# Is the Regulator right in its dealings with Quinn Insurance?



## papervalue (4 Apr 2010)

on the rte website their is a 30 min interview with sean quinn. it is well worth a look. He came across quite well in it. Keep an eye on body lanuage at certain parts.

Personally I would support Sean quinn. Only connection I have to him is my car insurance.

The part I found strange was away from the financial detail is he contacted a number of gov ministers by phone and not one has returned his call- Out of good manners, he being a large employer, no excuse for not returning the mans call. They should be bending over backwards to protect jobs now.


----------



## markpb (4 Apr 2010)

papervalue said:


> The part I found strange was away from the financial detail is he contacted a number of gov ministers by phone and not one has returned his call- Out of good manners, he being a large employer, no excuse for not returning the mans call. They should be bending over backwards to protect jobs now.



I thought that was odd too. I understand they don't want to appear to be interfering with an independent regulator but there are other issues at stake here. On the opposite side, all the MLAs for Fermanagh showed up at the Group building within two days to show their support.


----------



## Brendan Burgess (4 Apr 2010)

What I find extraordinary about Quinn's arguments and those of his Chief Executive is that he is saying that the Administration of the insurance company might bring down the entire group. Also, the FR was worried that the insurance company was dependent on the health of the entire group.

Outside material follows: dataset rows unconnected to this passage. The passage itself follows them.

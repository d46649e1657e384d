import pytest

import femag as fm
from femag.units import exact_text, si_value, with_common_unit, with_unit


@pytest.mark.parametrize(
    ("text", "unit", "value"),
    [
        ("0.5 mm", "m", 0.5e-3),
        ("25.5mm", "m", 25.5e-3),
        ("26 mil", "m", 26 * 25.4e-6),
        ("1 in", "m", 25.4e-3),
        ("-4.8 mm", "m", -4.8e-3),
        ("1e-3 m", "m", 1e-3),
        ("250 µm", "m", 250e-6),
        ("120 kHz", "Hz", 120e3),
        ("4500 G", "T", 0.45),
        ("250 uH", "H", 250e-6),
        ("3000 Oe", "A/m", 3000 * 1e3 / (4 * 3.141592653589793)),
    ],
)
def test_text_becomes_si(text: str, unit: str, value: float) -> None:
    assert si_value(text, unit) == pytest.approx(value, rel=1e-15)


@pytest.mark.parametrize(
    ("text", "problem"),
    [
        (0.5, "the unit is missing"),
        ("0.5", "the unit is missing"),
        ("0.5 A", "'A' is not a unit of this quantity"),
        ("0.5 parsec", "unknown unit 'parsec'"),
        ("0.5 gaus", "unknown unit 'gaus', nearest known: 'gauss'"),
        ("0,5 mm", "a decimal comma"),
        ("a bit", "not a number with a unit"),
        (None, "not a number with a unit"),
        (True, "not a number with a unit"),
        ("1e400 mm", "the number is out of range"),
        ("1e99999999999999999999 mm", "the number is out of range"),
        ("1e999999 Mm", "the number is out of range"),
        ("\u0660.\u0666 mm", "not a number with a unit"),
        ("1 mm; import os", "unknown unit"),
    ],
)
def test_text_that_is_no_length_is_refused(text: object, problem: str) -> None:
    with pytest.raises(fm.InputError, match=problem) as caught:
        si_value(text, "m")
    assert caught.value.accepted


@pytest.mark.parametrize("value", [0.0255, 0.1 + 0.2, 1 / 3, -4.8e-3, 5e-324, 1e20])
def test_exact_text_reads_back_to_the_same_number(value: float) -> None:
    assert si_value(exact_text(value, "m", "m"), "m") == value


@pytest.mark.parametrize(
    ("value", "text"),
    [
        (650.187e-6, "650.2 uH"),
        (0.0, "0.000 H"),
        (9.9999e-7, "1.000 uH"),
        (1.0, "1.000 H"),
        (-3e-3, "-3.000 mH"),
        (1e-14, "0.01000 pH"),
        (3.1712e-22, "3.171e-22 H"),
        (-2.5e13, "-2.500e+13 H"),
    ],
)
def test_short_text(value: float, text: str) -> None:
    assert with_unit(value, "H") == text


def test_common_unit_is_that_of_the_first() -> None:
    assert with_common_unit((650.19e-6, 1.2e-3, 9e-9), "H") == ("650.2 uH", "1200.0 uH", "0.0 uH")
    assert with_common_unit((2e-21, 5e-22), "W") == ("2.000e-21 W", "5.000e-22 W")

Insurance companies should have adequate reserves to stand independently. 

Brendan


----------



## markpb (4 Apr 2010)

Brendan said:


> Insurance companies should have adequate reserves to stand independently.

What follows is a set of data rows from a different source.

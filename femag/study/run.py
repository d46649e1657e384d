"""A run: the open cases of a store go to workers until none is left or it is stopped."""

from __future__ import annotations

import signal
import threading
import time
from collections.abc import Callable, Iterator, Mapping, Sequence
from concurrent.futures import FIRST_COMPLETED, Future, wait
from contextlib import contextmanager
from dataclasses import dataclass, field
from typing import Any

from femag.design_file import design_document, design_from_document
from femag.errors import GapfieldError, InputError
from femag.study.plan import Plan
from femag.study.solving import Answer, failed, solved_case
from femag.study.store import Store
from femag.study.workers import Worker, why_it_died

ATTENTION = 0.2
"""Seconds after which a run looks up from waiting: for the time limit, for Ctrl-C."""


@dataclass(frozen=True)
class Progress:
    """How far a run is.

    Parameters
    ----------
    done, failed, total : int
        Cases in the store.
    here : int
        Cases that this run has finished.
    seconds : float
        Since this run began.
    stopping : bool
        Whether it only finishes what is in flight.
    """

    done: int
    failed: int
    total: int
    here: int
    seconds: float
    stopping: bool = False

    @property
    def rate(self) -> float:
        """Cases per second of this run."""
        return self.here / self.seconds if self.seconds > 0.0 else 0.0

    @property
    def left(self) -> int:
        """Cases that are left."""
        return self.total - self.done - self.failed

    @property
    def seconds_left(self) -> float | None:
        """Expected time to the end; None before anything is known."""
        return self.left / self.rate if self.here else None


@dataclass(frozen=True)
class Task:
    """What is asked of each worker.

    Parameters
    ----------
    plan : Plan
        The plan.
    keep : tuple of str
        Quantities to keep.
    versions : mapping
        Versions that the answers must come from.
    limit : float or None
        Most seconds for a case.
    elsewhere : bool
        Whether workers may see other files than this process, so that designs are sent whole.
    """

    plan: Plan
    keep: tuple[str, ...]
    versions: Mapping[str, str]
    limit: float | None = None
    elsewhere: bool = False


@dataclass
class _Flight:
    """A case that is being solved."""

    number: int
    worker: Worker
    overdue: bool = False


@dataclass
class _Stop:
    """Whether Ctrl-C was pressed."""

    asked: bool = False


@dataclass
class _Run:
    """The state of a run, for the functions below."""

    store: Store
    task: Task
    idle: list[Worker]
    progress: Callable[[Progress], None] | None
    flights: dict[Future[Answer], _Flight] = field(default_factory=dict)
    here: int = 0
    started: float = field(default_factory=time.monotonic)


def run_cases(
    store: Store,
    task: Task,
    workers: Sequence[Worker],
    progress: Callable[[Progress], None] | None = None,
) -> bool:
    """Solve the open cases of a store; return False when Ctrl-C ended it before the last.

    The first Ctrl-C lets the cases in flight finish, the second raises KeyboardInterrupt.

    Parameters
    ----------
    store : Store
        With its run started.
    task : Task
        What to do.
    workers : sequence of Worker
        As many cases are in flight.
    progress : callable, optional
        Called at the start, after each case and while waiting.

    Raises
    ------
    InputError
        If the store cannot be written.
    NumericalError, MissingLibraryError
        If no worker can solve anything.
    """
    run = _Run(store, task, list(workers), progress)
    with _interrupts() as stop:
        _tell(run, stop)
        try:
            while _is_at_work(run, stop):
                landed, _ = wait(run.flights, ATTENTION, FIRST_COMPLETED)
                for future in landed:
                    _land(run, future)
                _end_the_overdue(run)
                _tell(run, stop)
        finally:
            for flight in run.flights.values():
                flight.worker.end()
    return not stop.asked


def _is_at_work(run: _Run, stop: _Stop) -> bool:
    """Give open cases to idle workers; return whether there is something to wait for.

    That may be another run on the same store, whose cases are taken over if it dies.
    """
    _take_off(run, stop)
    if run.flights or stop.asked:
        return bool(run.flights)
    run.store.release_the_dead()
    counts = run.store.counts()
    if counts["open"]:
        return _is_at_work(run, stop)
    if counts["taken"]:
        time.sleep(ATTENTION)
    return counts["taken"] > 0


def _take_off(run: _Run, stop: _Stop) -> None:
    """Give open cases to idle workers."""
    while run.idle and not stop.asked:
        number = run.store.take()
        if number is None:
            break
        worker = run.idle.pop()
        task = run.task
        case = task.plan.case(number)
        try:
            document, file = _sent(case.document, task)
        except InputError as error:
            _write(run, number, failed(str(error)))
            run.idle.append(worker)
            continue
        future = worker.submit(solved_case, document, file, task.keep)
        run.flights[future] = _Flight(number, worker)


def _sent(document: dict[str, Any], task: Task) -> tuple[dict[str, Any], str | None]:
    """Return document and file as a worker gets them: elsewhere without reference to files."""
    if not task.elsewhere:
        return document, task.plan.file
    return design_document(design_from_document(document, task.plan.file)), None


def _land(run: _Run, future: Future[Answer]) -> None:
    """Write what became of a case, and put its worker back."""
    flight = run.flights.pop(future)
    run.idle.append(flight.worker)
    problem = future.exception()
    if isinstance(problem, GapfieldError):
        raise problem
    if flight.overdue:
        answer = failed(f"not done within {run.task.limit:g} s", run.task.limit or 0.0)
    elif problem is not None:
        answer = failed(why_it_died(flight.worker, problem))
        flight.worker.end()
    else:
        answer = _of_the_same_versions(future.result(), run.task.versions)
    _write(run, flight.number, answer)


def _write(run: _Run, number: int, answer: Answer) -> None:
    run.store.finish(number, answer)
    run.here += 1


def _of_the_same_versions(answer: Answer, versions: Mapping[str, str]) -> Answer:
    for name, version in (answer.versions or {}).items():
        if versions.get(name) != version:
            return failed(f"solved with {name} {version} instead of {versions.get(name)}")
    return answer


def _end_the_overdue(run: _Run) -> None:
    """Kill workers that are over the time limit; their cases land with that reason."""
    if run.task.limit is None:
        return
    for future, flight in run.flights.items():
        late = flight.worker.seconds_at_work() > run.task.limit
        if late and not flight.overdue and not future.done():
            flight.overdue = True
            flight.worker.end()


def _tell(run: _Run, stop: _Stop) -> None:
    if run.progress is None:
        return
    counts = run.store.counts()
    seconds = time.monotonic() - run.started
    done, failures = counts["done"], counts["failed"]
    run.progress(Progress(done, failures, sum(counts.values()), run.here, seconds, stop.asked))


@contextmanager
def _interrupts() -> Iterator[_Stop]:
    """Note the first Ctrl-C instead of raising; the second raises. Only in the main thread."""
    stop = _Stop()
    if threading.current_thread() is not threading.main_thread():
        yield stop
        return

    def note(*_: object) -> None:
        if stop.asked:
            raise KeyboardInterrupt
        stop.asked = True

    before = signal.signal(signal.SIGINT, note)
    try:
        yield stop
    finally:
        signal.signal(signal.SIGINT, before)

You've hit the nail on the head but missed the wider picture. Of course QI should always have remained separate to the rest of the Quinn Group and the regulator should have insisted on it all the time. No-one is arguing with that (expect perhaps members of the Quinn company).

However, that's not the case and now the continued operation of the Quinn Group is threatened if Quinn Insurance is seized. Is it good for the country and economy if 5,500 people are put on the dole, several thousand more lose their jobs because of it and a large number of pubs, hotels and construction businesses are firesold? Does anyone seriously think that's a good outcome? It's not long since there was uproar over Dells decision to make 1,900 people redundant. Ministers flew to Texas,  and the government went into overdrive in an effort to save the jobs. Now we're about to throw away more than twice that.

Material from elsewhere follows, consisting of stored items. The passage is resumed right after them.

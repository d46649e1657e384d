"""The plan of a study as a value: a base design, and factors whose product are the cases."""

from __future__ import annotations

import hashlib
import json
import math
from collections.abc import Iterable, Iterator, Mapping, Sequence
from dataclasses import dataclass, field
from functools import cached_property
from itertools import product
from typing import Any

from femag.design_file import (
    check_tables,
    design_from_document,
    files_of,
    folder_of,
    unit_of_key,
    with_key,
)
from femag.errors import InputError
from femag.geometry import catalogue_files

Document = Mapping[str, Any]

MOST_CASES = 1_000_000


@dataclass(frozen=True)
class Factor:
    """Keys that change together.

    Parameters
    ----------
    name : str
        For tables.
    keys : tuple of str
        Dotted keys of the design file.
    rows : tuple of tuple
        Values of the keys, as in a design file, in each step.
    alike : bool
        Whether all rows are of one kind, so that to check the first is to check all.
    """

    name: str
    keys: tuple[str, ...]
    rows: tuple[tuple[Any, ...], ...]
    alike: bool = False

    def __post_init__(self) -> None:
        if not self.rows:
            raise InputError("empty", key=self.name, accepted="one value or more")
        for row in self.rows:
            if not self.alike and self.rows.count(row) > 1:
                value = row[0] if len(row) == 1 else row
                raise InputError("stands there twice", key=self.name, value=value)


@dataclass(frozen=True)
class Case:
    """One case of a plan.

    Parameters
    ----------
    number : int
        Place in the plan, from 0.
    settings : dict
        The keys that the plan changes, with their values as in a design file.
    document : dict
        The whole design as a design document.
    """

    number: int
    settings: dict[str, Any]
    document: dict[str, Any] = field(repr=False)


@dataclass(frozen=True)
class Plan:
    """A base design and the factors whose product are the cases, the last factor fastest.

    Parameters
    ----------
    base : mapping
        Design document; it need not be a whole design without the factors.
    factors : tuple of Factor
        Without a common key.
    file : str, optional
        The base's file, which paths resolve against.
    """

    base: Document
    factors: tuple[Factor, ...]
    file: str | None = None

    def __post_init__(self) -> None:
        keys = [key.replace(".0.", ".") for key in self.keys]
        for place, key in enumerate(keys):
            unit_of_key(key)
            if any(f"{other}.".startswith(f"{key}.") for other in keys[:place]):
                raise InputError(
                    "is set already",
                    key=key,
                    accepted="each key once, tables before what is in them",
                )
        if not keys:
            raise InputError("nothing is varied", key="axes", accepted="one key or more")
        if len(self) > MOST_CASES:
            raise InputError(f"{len(self)} cases", accepted=f"at most {MOST_CASES}")

    def __len__(self) -> int:
        return math.prod(len(factor.rows) for factor in self.factors)

    @property
    def keys(self) -> tuple[str, ...]:
        """All keys that are varied."""
        return tuple(key for factor in self.factors for key in factor.keys)

    def case(self, number: int) -> Case:
        """Return the case of a number."""
        rows: list[tuple[Any, ...]] = []
        rest = number
        for factor in reversed(self.factors):
            rest, place = divmod(rest, len(factor.rows))
            rows.insert(0, factor.rows[place])
        return self._case(number, rows)

    def cases(self) -> Iterator[Case]:
        """Yield all cases in order."""
        for number, rows in enumerate(product(*(factor.rows for factor in self.factors))):
            yield self._case(number, rows)

    def _case(self, number: int, rows: Iterable[Sequence[Any]]) -> Case:
        values = [value for row in rows for value in row]
        settings = dict(zip(self.keys, values, strict=True))
        return Case(number, settings, self._document(settings))

    def _document(self, settings: Mapping[str, Any]) -> dict[str, Any]:
        document = dict(self.base)
        try:
            for key, value in settings.items():
                document = with_key(document, key, value)
        except InputError as error:
            raise error.changed(file=self.file) from error
        return document

    def check(self) -> None:
        """Check every value by itself, and that one case at least is a design.

        Raises
        ------
        InputError
            If a value is not of its key's kind, or no case makes a design.
        """
        first = [factor.rows[0] for factor in self.factors]
        for place, factor in enumerate(self.factors):
            for row in factor.rows[: 1 if factor.alike else None]:
                rows = [*first[:place], row, *first[place + 1 :]]
                check_tables(self._case(0, rows).document, self.file)
        refusal: InputError | None = None
        for case in self.cases():
            try:
                design_from_document(case.document, self.file)
            except InputError as error:
                refusal = refusal or error
            else:
                return
        assert refusal is not None
        raise InputError(f"none of the {len(self)} cases is a design; the first: {refusal}")

    @cached_property
    def digests(self) -> dict[str, str]:
        """Digest of each file that a case names, and of the catalogue where sizes are used."""
        first = [factor.rows[0] for factor in self.factors]
        documents = [
            self._case(0, [*first[:place], row, *first[place + 1 :]]).document
            for place, factor in enumerate(self.factors)
            if any(key.startswith(("core", "drive")) for key in factor.keys)
            for row in factor.rows
        ]
        documents.append(self._case(0, first).document)
        found = {file for document in documents for file in files_of(document)}
        digests = {file: _digest_of_file(folder_of(self.file) / file) for file in sorted(found)}
        if any("size" in document.get("core", {}) for document in documents):
            texts = [_digest_of_file(file) for file in catalogue_files()]
            digests["catalogue"] = _digest(texts)
        return digests

    @cached_property
    def identity(self) -> str:
        """Digest of all that fixes the cases: base, factors and the files that they name."""
        factors = [(factor.name, factor.keys, factor.rows) for factor in self.factors]
        return _digest([self.base, factors, self.digests])

    def key(self, case: Case, versions: Mapping[str, str]) -> str:
        """Return the digest of a case: its whole design, its files and the versions that solve it.

        Parameters
        ----------
        case : Case
            Of this plan.
        versions : mapping
            Versions of the program and its libraries.
        """
        named = {*files_of(case.document), "catalogue"}
        files = {file: digest for file, digest in self.digests.items() if file in named}
        return _digest([case.document, files, versions])


def _digest_of_file(file: Any) -> str:
    """Return the digest of a file's bytes; of a missing one that it is missing."""
    try:
        return hashlib.sha256(file.read_bytes()).hexdigest()
    except OSError:
        return "missing"


def _digest(content: Any) -> str:
    text = json.dumps(content, sort_keys=True, default=str)
    return hashlib.sha256(text.encode()).hexdigest()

Surely a better situation is to force QG or their bankers to restore the solvency ratios and sit on the management of QI and QG for the next few years to ensure the situation doesn't reoccur. This means all the people hired by QG remain employed and there should be no cost to the exchequer.


----------



## Brendan Burgess (4 Apr 2010)

Hi Mark

A Provisional Administrator has been appointed - there is no winding up order for the Quinn Group.

A "too big to fail" situation has been allowed to develop. It appears that QIL could be brought down by the other operations of the Quinn Group. Anglo could be severely damaged as well. 

The right strategy is for the Regulator and government to take control wherever possible to protect the interests of the insured, the claimants and the taxpayer who is funding the group through Anglo. 

I would not be happy for it to continue under the direction of Sean Quinn who has made some very bad decisions. He has apparently lost €3billion on Anglo. His company was fined €3m by the Regulator two years ago. I wouldn't have confidence in his ability to sort out the mess, no matter how much I admire his general business and entrepreneurial skills.


----------



## Brendan Burgess (5 Apr 2010)

Ed - that really is a great piece of writing by John McManus. 

Here are some extracts, but it's worth reading the entire piece.



> *Quinn should have no role in insurance group rescue
> *
> 
> 
> ...


----------



## Brendan Burgess (5 Apr 2010)

Brian Carey had a great short piece in the Sunday Times 


> Irony is so often lost on the strongminded and self-absorbed. Sean Quinn who lost €2.5billion on Anglo shares, last week said the new Financial Regulator had made "one of the biggest errors ever in the history of corporate Ireland". Sorry Sean, I think that was you.


----------



## Ed054 (5 Apr 2010)

Brendan said:


> Ed - that really is a great piece of writing by John McManus.
> 
> Here are some extracts, but it's worth reading the entire piece.


 
He really gets to the nub of the matter.

I wonder how people would react if the regulator did nothing and subsequently Quinn went to the wall.

The regulator is there to protect us all and whilst the previous one manifestly failed to do that I at least have some confidence that the new one will do so.

I think for a lot of people it would be worth researching what happened to both ICI and PMPA.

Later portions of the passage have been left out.